Excel Template Can Be Downloaded Below
In my financial statement model, I have Excel tabs dedicated to certain functionality. For example, a tab dedicated to forecast bookings, accounts receivable, deferred revenue and so on. For the P&L, I tend to have dedicated Excel tabs for bookings, revenue, wages, non-wage expenses, and non-operating expenses.
Notes on the Balance Sheet
On the balance sheet side, it is worth mentioning that I don’t trend all of the balance sheet captions or categories. If the category is large and complex enough such as deferred revenue or accounts receivables, I will have a tab dedicated to just that category. It is a little more work but it makes your model more accurate and helps develop your knowledge of these numbers.
I have a tab dedicated to budgeting and forecasting department expenses excluding wages. I set up the spreadsheet so that at the top of the page I can sum my expenses by different expense categories (i.e. Gross Wages, Travel), by department (i.e. R&D, Sales) and by major expense type (i.e. Operating Expense, Non-operating expense). Depending on the level detail you require, you may use all or just one of these summary tables.

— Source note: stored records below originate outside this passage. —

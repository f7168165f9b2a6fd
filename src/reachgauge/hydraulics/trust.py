"""Which bankfull figures of a reach the terrain supports: the reach-scale tests of a
pick, the flags of the bankfull figures, and the reach's verdict.

A pick is *published* (its figures written) when the chosen method gave it and no
test below withholds it; it is *trusted* when it is published with confidence
"medium" or "high" (:mod:`reachgauge.hydraulics.bankfull.pick`). The reach's bankfull
figures are medians over the trusted picks only, and a reach whose trusted picks are
not more than half of its transects gets the status ``bankfull-unsupported`` and no
bankfull figures. Every function takes arrays over the transects of one reach and
returns arrays: no loop over transects.
"""

from __future__ import annotations

from dataclasses import dataclass, replace

import numpy as np

from reachgauge import flags
from reachgauge.hydraulics.bankfull.pick import TRUSTED_CONFIDENCE

# closed-hollow: a neighbour closes the pick's water when its bed rises to within this
# fraction of the pick's depth of the pick's stage
HOLLOW_DEPTH_FRACTION = 0.5
# ... and the hollow counts as closed when it closes on both sides within this many top
# widths of the pick (end to end): a hollow about as long as it is wide is round, a
# channel runs on for many widths
HOLLOW_WIDTHS = 5.0
# the search looks at most this many stations either way (bounds the work per reach)
HOLLOW_MAX_STATIONS = 256
# a reach's bankfull figures need trusted picks on more than this share of its transects
TRUSTED_SHARE = 0.5
# Froude number above which flow at bankfull is supercritical
CRITICAL_FROUDE = 1.0


def closed_hollow(chainage, bed, stage, depth, width, candidates) -> np.ndarray:
    """(t,) True where the pick of a ``candidates`` transect is a closed hollow.

    A channel carries its water along the reach: downstream of a section the bed
    falls, so water standing level at the section's bankfull stage runs on over the
    bed of the next transects. In a closed depression (a kettle, a pond, a pit) the
    same level water is held by higher ground both ways. Transect j *closes* the pick
    of transect i when its bed rises to within HOLLOW_DEPTH_FRACTION of depth_i of
    stage_i; a pick closed on both sides, with the two closing transects no more
    than HOLLOW_WIDTHS top widths apart, is a closed hollow. Level water rather than
    water sloping at the reach's slope: on terrain with no channel the slope is
    itself unreliable (an inflated slope would open every hollow upstream), and a
    channel's falling bed never closes it downstream whatever the slope. A transect
    at a reach end is never closed on its open side, and a road or a culvert the
    terrain shows as a dam closes a channel on one side only. The rule is ours, from
    the definition of a channel as conveying water downstream (common practice).

    chainage, bed, stage, depth, width (m): (t,) arrays (bed NaN where a transect
    has no ground: it closes nothing); candidates: (t,) bool.
    """
    c = np.asarray(chainage, dtype=float)
    t = c.size
    width = np.asarray(width, dtype=float)
    cand = np.asarray(candidates, dtype=bool) & np.isfinite(stage) & (np.nan_to_num(width) > 0)
    if t < 3 or not cand.any():
        return np.zeros(t, bool)
    gaps = np.diff(c)
    step = float(np.min(gaps[gaps > 0])) if (gaps > 0).any() else 1.0
    span = HOLLOW_WIDTHS * float(np.max(np.where(cand, width, 0.0)))
    k = int(min(t - 1, HOLLOW_MAX_STATIONS, np.ceil(span / step)))
    o = np.arange(-k, k + 1)[None, :]
    j = np.arange(t)[:, None] + o
    inside = (j >= 0) & (j < t) & (o != 0)
    jj = np.clip(j, 0, t - 1)
    dist = c[jj] - c[:, None]
    level = np.asarray(stage, float) - HOLLOW_DEPTH_FRACTION * np.asarray(depth, float)
    with np.errstate(invalid="ignore"):
        closes = inside & (np.asarray(bed, float)[jj] >= level[:, None])
    down = np.min(np.where(closes & (o > 0), dist, np.inf), axis=1)
    up = np.max(np.where(closes & (o < 0), dist, -np.inf), axis=1)
    with np.errstate(invalid="ignore"):
        return cand & np.isfinite(down) & np.isfinite(up) & (down - up <= HOLLOW_WIDTHS * width)


def isolated(published, ok) -> np.ndarray:
    """(t,) True where a published pick has an ok neighbouring transect (the station
    before or after it) and no ok neighbour with a published pick. A channel runs
    along the reach, so at transect spacings of a few widths its neighbours show it
    too; a pick neither neighbour confirms is a local feature (the rim of a hollow, a
    ditch crossing the line, a pit), not evidence of a channel. Neighbours without a
    section (no data, no depth, a reach end) are no evidence either way. Ours, common
    practice of reading a reach as a whole."""
    pub = np.asarray(published, dtype=bool)
    ok = np.asarray(ok, dtype=bool)
    if pub.size < 2:
        return np.zeros(pub.size, bool)
    f = np.zeros(1, bool)
    ok_before, ok_after = np.concatenate([f, ok[:-1]]), np.concatenate([ok[1:], f])
    pub_before, pub_after = np.concatenate([f, pub[:-1]]), np.concatenate([pub[1:], f])
    return pub & (ok_before | ok_after) & ~(pub_before | pub_after)


@dataclass(frozen=True)
class Trust:
    """What the terrain supports, per transect (t,) arrays.

    published: bankfull figures written; trusted: published with confidence medium
    or high; confidence: the pick's confidence after the reach-scale tests ("none"
    where not published, "low" where isolated or supercritical, "" where no
    section); and the masks of the flags this module adds (:mod:`reachgauge.flags`):
    zero_depth, closed_hollow, off_channel ("do not use": not published), isolated
    and supercritical ("check": rated "low")."""

    published: np.ndarray
    trusted: np.ndarray
    confidence: np.ndarray
    zero_depth: np.ndarray
    closed_hollow: np.ndarray
    off_channel: np.ndarray
    isolated: np.ndarray
    supercritical: np.ndarray

    def columns(self):
        """(code, mask) columns for :func:`reachgauge.flags.join_columns`."""
        return [("zero-depth", self.zero_depth), ("closed-hollow", self.closed_hollow),
                ("off-channel", self.off_channel), ("isolated-pick", self.isolated),
                ("supercritical", self.supercritical)]

    def with_froude(self, froude) -> "Trust":
        """This assessment with the bankfull Froude numbers (t,) of the published
        picks: a supercritical pick is flagged and rated "low" (:func:`supercritical`)."""
        fast = self.published & supercritical(froude)
        conf = _demote(self.confidence, fast)
        return replace(self, confidence=conf, supercritical=fast,
                       trusted=self.published & np.isin(conf, TRUSTED_CONFIDENCE))


def _demote(conf, mask):
    """Confidence "medium" or "high" lowered to "low" where ``mask``."""
    conf = np.asarray(conf, dtype=object)
    return np.where(mask & np.isin(conf, TRUSTED_CONFIDENCE), "low", conf).astype(object)


def assess(picks, ok, chainage, bed, snap_far) -> Trust:
    """The reach-scale tests of every pick of a reach.

    picks: :class:`~reachgauge.hydraulics.bankfull.pick.Picks`; ok (t,): transects
    with a valid section; chainage, bed (thalweg elevation, NaN where none) m;
    snap_far (t,) bool: the thalweg was found near the snap limit. A pick of the
    method's own is withheld for a bankfull stage not above the thalweg or banks
    with no width between them (``zero-depth``) and for a closed hollow
    (:func:`closed_hollow`); a transect whose thalweg went to the snap limit and
    found no break there is ``off-channel``; a published pick no neighbour confirms
    (:func:`isolated`) is rated "low".
    """
    ok = np.asarray(ok, dtype=bool)
    own = ok & np.asarray(picks.published, dtype=bool)
    depth = picks.stage - picks.profiles.thalweg
    width = picks.right_bank - picks.left_bank
    with np.errstate(invalid="ignore"):
        zero = own & ~((depth > 0) & (width > 0))
    hollow = closed_hollow(chainage, bed, picks.stage, depth, width, own & ~zero)
    off = ok & ~own & np.asarray(snap_far, dtype=bool)
    published = own & ~zero & ~hollow
    alone = isolated(published, ok)
    conf = np.where(ok & ~published, "none", _demote(picks.confidence, alone)).astype(object)
    trusted = published & np.isin(conf, TRUSTED_CONFIDENCE)
    return Trust(published, trusted, conf, zero, hollow, off, alone, np.zeros(ok.size, bool))


def supercritical(froude) -> np.ndarray:
    """(t,) True where the Froude number at bankfull exceeds 1 (NaN: False). Flow at
    bankfull in a natural channel stays near or below critical over a reach (Grant,
    G. E., 1997, "Critical flow constrains flow hydraulics in mobile-bed streams",
    Water Resources Research 33(2) [memory]): a Manning figure above it means the
    slope, the n or the section does not describe a channel (on coarse terrain, a
    whole valley read as one), and its discharge is too high to defend."""
    with np.errstate(invalid="ignore"):
        return np.asarray(froude, dtype=float) > CRITICAL_FROUDE


def verdict(trusted, status, flag_text, t: int):
    """The reach's status and the reason: ``("ok", "")`` when more than TRUSTED_SHARE
    of its ``t`` transects have a trusted pick, else ``("bankfull-unsupported",
    message)`` counting the reasons.

    Why a majority: the reach's figures are medians and stand for the whole reach.
    Had every transect been given a figure, the median of them all would stay within
    the range of the trusted ones only while the trusted ones are more than half of
    them: 50 % is the median's breakdown point (Hampel, F. R., 1971, "A general
    qualitative definition of robustness", Annals of Mathematical Statistics 42
    [memory]). With fewer, the reach is not a channel with a few bad sections but
    mostly ground whose figures cannot be defended, and a median of the few trusted
    ones would stand for a minority of it.

    trusted (t,) bool; status (t,) transect statuses; flag_text (t,) ';'-joined flags.
    """
    k = int(np.count_nonzero(trusted))
    if t == 0 or k > TRUSTED_SHARE * t:
        return "ok", ""
    text = np.asarray(flag_text, dtype=object)
    ok = np.asarray(status, dtype=object) == "ok"
    withheld = flags.contains_any(text, flags.WITHHELD)
    low = ok & ~np.asarray(trusted, bool) & ~withheld
    reasons = [(int(np.count_nonzero(~ok)), "without a section")]
    reasons += [(int(np.count_nonzero(flags.contains(text, code) & ok)), code)
                for code in sorted(flags.WITHHELD)]
    why = [f"{n} {what}" for n, what in reasons if n]
    if low.any():
        codes = ("supercritical", "isolated-pick", "break-unconfirmed", "break-at-end",
                 "spills-first")
        parts = [f"{int(np.count_nonzero(flags.contains(text, c) & low))} {c}" for c in codes]
        parts = [x for x in parts if not x.startswith("0 ")]
        why.append(f"{int(low.sum())} low confidence"
                   + (f" ({', '.join(parts)})" if parts else ""))
    return ("bankfull-unsupported",
            f"{k} of {t} transects have a trusted bankfull pick, not more than half "
            f"({'; '.join(why)}): the reach's bankfull figures are withheld")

Below my summaries I have rows dedicated to forecasting each department’s expense. In past models, I had tabs for each department but that becomes inefficient if you need to make formula changes and/or add/delete departments.
I don’t like trending, but I find that most of the smaller expenses can be trended with relative accuracy. I created five formula types that help me automate the spreading of the expenses over the periods. The great thing about some of these formulas is that the expense will move to the correct month if you change the start month of the forecast.
Fixed – enter an amount and it forecasts that same amount forever
EOQ – End of Quarter – enter an amount and it only places that amount at the end of each quarter, regardless if you change the date range of the model. I’ve built it so that if you change the dates at the top, these formulas will place the expense in the correct month(s).
Spread Amount – enter an amount and the start and end dates and it will spread this amount over that time frame.
Annually – enter an amount and date (only the month matters) and the formula will place the amount one time per year in the specified month.
Odd Month – enter an amount and it will place the amount in the odd months (Jan, Mar, etc.)
Spread Evenly – enter an amount and start/end date and it will place the same amount in each month over the specified period.
I’ve found that a combination of these formulas will reduce the hard coding needing for department expense forecasts. With this tab it makes it quick to update your forecast and the rollup of expenses takes place automatically with SUMIF formulas. However, I find that marketing expenses (too variable in my forecast) and some travel expenses will not work well with these formulas.